Contents

Lazy People Do It Better

/images/lazy-people-do-it-better/Screenshot-2022-02-21-at-16.32.46.png

There’s a reactive way to manage infrastructure and there’s a proactive way. The reactive way is: traffic increases, you notice the service is suffering, you add resources. The proactive way is: you understand your system well enough that it handles demand changes automatically, without you needing to be in the loop.

I prefer the lazy way.

/images/lazy-people-do-it-better/lazy.gif

But lazy here means thoughtful. Before you can set up meaningful autoscaling, you have to understand your KPIs. Not just “is the service up?” but what “up” actually means to your users. Is 3ms acceptable? 30ms? 300ms? 3000ms? The service can be running and completely failing the user at the same time. The impact is just invisible if you’re not measuring it.

Environment

The test application is a Python API that computes Fibonacci sequences. It’s deliberately CPU-intensive so we can drive it to its limits predictably.

Deployment configuration:

  • 3 initial replicas
  • Resource limits: 300m CPU, 250Mi memory
  • Resource requests: 30m CPU, 125Mi memory
  • Liveness and readiness probes configured

Load test: Gatling simulation that ramps traffic progressively from 1 to 100 requests per second, hitting /api/fib/18500 — a computationally heavy endpoint.

What Happens Without HPA

Fixed at 3 replicas, the system handles light load fine. But as traffic approaches 100 RPS, things fall apart fast:

  • Response times cluster at extremely high values
  • Active users exceed requests because requests are queuing
  • CPU spikes dangerously
  • Pods crash
  • KPI targets completely missed

This is the predictable failure mode of a fixed-capacity system facing variable demand.

What Happens With HPA

With autoscaling enabled, the same load test produces a very different story:

  • 99% of requests stay below the 300ms target
  • Active users align with request rates — no queuing
  • CPU stays controlled
  • No pod crashes
  • System scales automatically from 3 to 10 pods

The system absorbs the demand increase without any human intervention.

KEDA Configuration

Rather than using the native HPA with a Prometheus adapter, I recommend KEDA — Kubernetes Event Driven Autoscaling. It’s cleaner, more flexible, and integrates directly with Prometheus queries.

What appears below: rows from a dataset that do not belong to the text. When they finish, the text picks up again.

#[test]
fn the_equilibrium_agrees_with_the_table_and_the_measured_points() {
    let points: Vec<Point> = rows("equilibrium.csv");
    let of = |kind: &str| {
        points
            .iter()
            .filter(|point| point.kind == kind)
            .collect::<Vec<_>>()
    };
    for (kind, activity) in [
        ("model_nrtl", Activity::Nrtl),
        ("model_van_laar", Activity::VanLaar),
    ] {
        let table = of(kind);
        assert_eq!(table.len(), 38);
        for point in table {
            lies(activity, point, None, None, (0.000_01, 0.001));
        }
    }
    let measured = of("experimental");
    assert_eq!(measured.len(), 15);
    let (mut sum_y, mut sum_t) = (0.0, 0.0);
    for point in measured {
        lies(
            Activity::Nrtl,
            point,
            point.nrtl_dy,
            point.nrtl_dt,
            (0.000_06, 0.006),
        );
        lies(
            Activity::VanLaar,
            point,
            point.van_laar_dy,
            point.van_laar_dt,
            (0.000_06, 0.006),
        );
        let boiling = Activity::Nrtl.boiling(point.x_ethanol);
        let (dy, dt) = (
            (boiling.vapour - point.y_ethanol).abs(),
            (boiling.celsius - point.celsius).abs(),
        );
        assert!(dy <= 0.014 && dt <= 0.85, "{}: {dy} {dt}", point.x_ethanol);
        (sum_y, sum_t) = (sum_y + dy / 15.0, sum_t + dt / 15.0);
    }
    assert!(
        (sum_y - 0.0069).abs() < 0.0001 && (sum_t - 0.24).abs() < 0.01,
        "{sum_y} {sum_t}"
    );
}
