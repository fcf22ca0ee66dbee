//! Defaults beside actuals of a stored pathway.
#![allow(
    unused_qualifications,
    reason = "utoipa's macro writes the types of queries in full"
)]

use super::super::defaults;
use super::evaluate::RuleSetQuestion;
use super::id_of;
use super::stored::{known_rule_set, numbered};
use crate::app::App;
use crate::core::levers::defaults::DefaultsTable;
use crate::rules::basis;
use crate::web::Refusal;
use crate::web::actor::{Actor, CanRead};
use crate::web::extract::{Path, Query};
use axum::Json;
use axum::response::{IntoResponse, Response};
use utoipa_axum::router::OpenApiRouter;
use utoipa_axum::routes;

/// The route of this file.
pub(super) fn routes() -> OpenApiRouter<App> {
    OpenApiRouter::new().routes(routes!(read_defaults))
}

/// Defaults beside actuals
///
/// The published default of each term beside the own figure of the current revision, every way to put them together, and the
/// best that the law allows.
#[utoipa::path(get, path = "/pathways/{id}/defaults", tag = "pathways",
    params(("id" = Uuid, Path, description = "Id of the pathway."), RuleSetQuestion),
    responses((status = 200, description = "The table.", body = DefaultsTable,
            headers(("Wheelwort-Revision" = i64, description = "Number of the revision."))),
        (status = 422, description = "The document does not hold under that rule set, or not without its defaults: `errors` names everything.",
            body = crate::web::problem::ProblemDocument, content_type = "application/problem+json")))]
async fn read_defaults(
    Actor { app, .. }: Actor<CanRead>,
    Path(id): Path<String>,
    Query(ask): Query<RuleSetQuestion>,
) -> Result<Response, Refusal> {
    known_rule_set(&basis(&app).await?.book, ask.rule_set.as_deref())?;
    let found = defaults(&app, id_of(&id)?, ask.rule_set.as_deref()).await?;
    Ok(numbered(Json(found.table).into_response(), found.revision))
}
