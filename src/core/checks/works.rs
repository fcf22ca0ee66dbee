//! The works of a chain: stages between farm gate and fuel depot that hang together, with what crosses their fence per MJ
//! of fuel, physically and apart from sharing.

use crate::core::domain::StageKind;
use crate::core::engine::demand::Demand;
use crate::core::engine::resolved::{Product, Resolved, Stage};
use crate::core::models::flow::Measured;

/// Stages of one works, as indices of the plan.
pub struct Works {
    /// The stages, suppliers first.
    pub stages: Vec<usize>,
}

/// True for a section of a works that handles matter.
pub fn handles_matter(kind: StageKind) -> bool {
    matches!(
        kind,
        StageKind::Preparation
            | StageKind::Fermentation
            | StageKind::Distillation
            | StageKind::Dehydration
            | StageKind::CoProductHandling
            | StageKind::Processing
            | StageKind::Capture
    )
}

/// The same with its boiler houses.
pub fn with_boiler_house(kind: StageKind) -> bool {
    handles_matter(kind) || kind == StageKind::Utility
}

/// The works of a chain: stages of the wanted kinds, joined where one takes from another.
pub fn find(resolved: &Resolved, belongs: fn(StageKind) -> bool) -> Vec<Works> {
    let mut group: Vec<usize> = (0..resolved.stages.len()).collect();
    let inside = |j: usize| belongs(resolved.stages[j].kind());
    for (j, stage) in resolved.stages.iter().enumerate().filter(|(j, _)| inside(*j)) {
        for from in stage
            .intakes
            .iter()
            .map(|intake| intake.from)
            .filter(|from| inside(*from))
        {
            let (old, new) = (group[j], group[from]);
            for member in &mut group {
                if *member == old {
                    *member = new;
                }
            }
        }
    }
    let mut works: Vec<(usize, Works)> = Vec::new();
    for &j in resolved.order.iter().filter(|j| inside(**j)) {
        match works.iter_mut().find(|(id, _)| *id == group[j]) {
            Some((_, found)) => found.stages.push(j),
            None => works.push((group[j], Works { stages: vec![j] })),
        }
    }
    works.into_iter().map(|(_, works)| works).collect()
}

impl Works {
    /// The stage that speaks for the works: where ethanol first appears, else the last one.
    pub fn head<'r, 'p>(&self, resolved: &'r Resolved<'p>) -> Option<&'r Stage<'p>> {
        let first = self.stages.iter().find(|j| makes_ethanol(&resolved.stages[**j]));
        first.or(self.stages.last()).map(|j| &resolved.stages[*j])
    }

    /// What comes in through the fence: the flow of each intake and how often per MJ.
    pub fn incoming<'r>(&self, resolved: &'r Resolved, demand: &Demand) -> Vec<(&'r Measured, f64)> {
        let mut found = Vec::new();
        for &j in &self.stages {
            let outside = resolved.stages[j]
                .intakes
                .iter()
                .filter(|intake| !self.stages.contains(&intake.from));
            found.extend(outside.map(|intake| (&intake.flow, demand.whole[j])));
        }
        found
    }

    /// What leaves through the fence: stage, index of the product, the product and how often per MJ.
    pub fn leaving<'r, 'p>(
        &self,
        resolved: &'r Resolved<'p>,
        demand: &Demand,
    ) -> Vec<(usize, usize, &'r Product<'p>, f64)> {
        let mut found = Vec::new();
        for &j in &self.stages {
            for (index, product) in resolved.stages[j].products.iter().enumerate() {
                let takers = self.stages.iter().flat_map(|t| {
                    let intakes = resolved.stages[*t].intakes.iter();
                    intakes.map(|intake| (*t, intake))
                });
                let kept: f64 = takers
                    .filter(|(_, intake)| intake.from == j && intake.product == index)
                    .map(|(t, intake)| demand.whole[t] * intake.recipes)
                    .sum();
                let left = demand.whole[j] - kept;
                if left > demand.whole[j] * 1e-9 {
                    found.push((j, index, product, left));
                }
            }
        }
        found
    }
}

/// True where ethanol first appears.
pub fn makes_ethanol(stage: &Stage) -> bool {
    stage.products.iter().any(|product| product.flow.is_ethanol())
        && !stage.intakes.iter().any(|intake| intake.flow.is_ethanol())
}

Here’s the ScaledObject I’m using:

apiVersion: keda.sh/v1alpha1
kind: ScaledObject
metadata:
  name: rps-scaledobject
  namespace: pytbak
spec:
  minReplicaCount: 3
  maxReplicaCount: 10
  pollingInterval: 10
  scaleTargetRef:
    name: pytbak-stable
  advanced:
    horizontalPodAutoscalerConfig:
      behavior:
        scaleDown:
          stabilizationWindowSeconds: 45
  triggers:
  - type: prometheus
    metadata:
      serverAddress: http://10.152.183.99:9090
      metricName: flask_http_request_duration_seconds_count
      query: sum(rate(flask_http_request_duration_seconds_count{status="200"}[60s]))
      threshold: '10'

A few things worth calling out:

  • pollingInterval: 10 — KEDA checks the metric every 10 seconds, which gives responsive scaling without thrashing
  • stabilizationWindowSeconds: 45 — we wait 45 seconds before scaling down to avoid immediately losing pods that might be needed again
  • The Prometheus query uses rate() over 60 seconds, giving a smooth signal rather than reacting to individual spikes
  • threshold: '10' means we want roughly 10 RPS per pod — that’s the sweet spot I found through testing

Application Tolerance Numbers

Based on testing with the Fibonacci function at 18500:

  • Maximum sustainable throughput without errors: 30 RPS per pod
  • Threshold for maintaining 300ms response time: 15 RPS per pod

I’m scaling at 10 RPS per pod which is conservative — deliberately leaving headroom. The goal is to scale before users feel the pain, not after.

The Point

HPA is not difficult to implement. KEDA makes it even less difficult. What’s actually hard — and what takes the real work — is understanding your application well enough to set meaningful thresholds. You need to know:

  • What does acceptable response time look like for your users?
  • At what request rate does your application start to degrade?
  • How quickly can your application spin up and start serving traffic?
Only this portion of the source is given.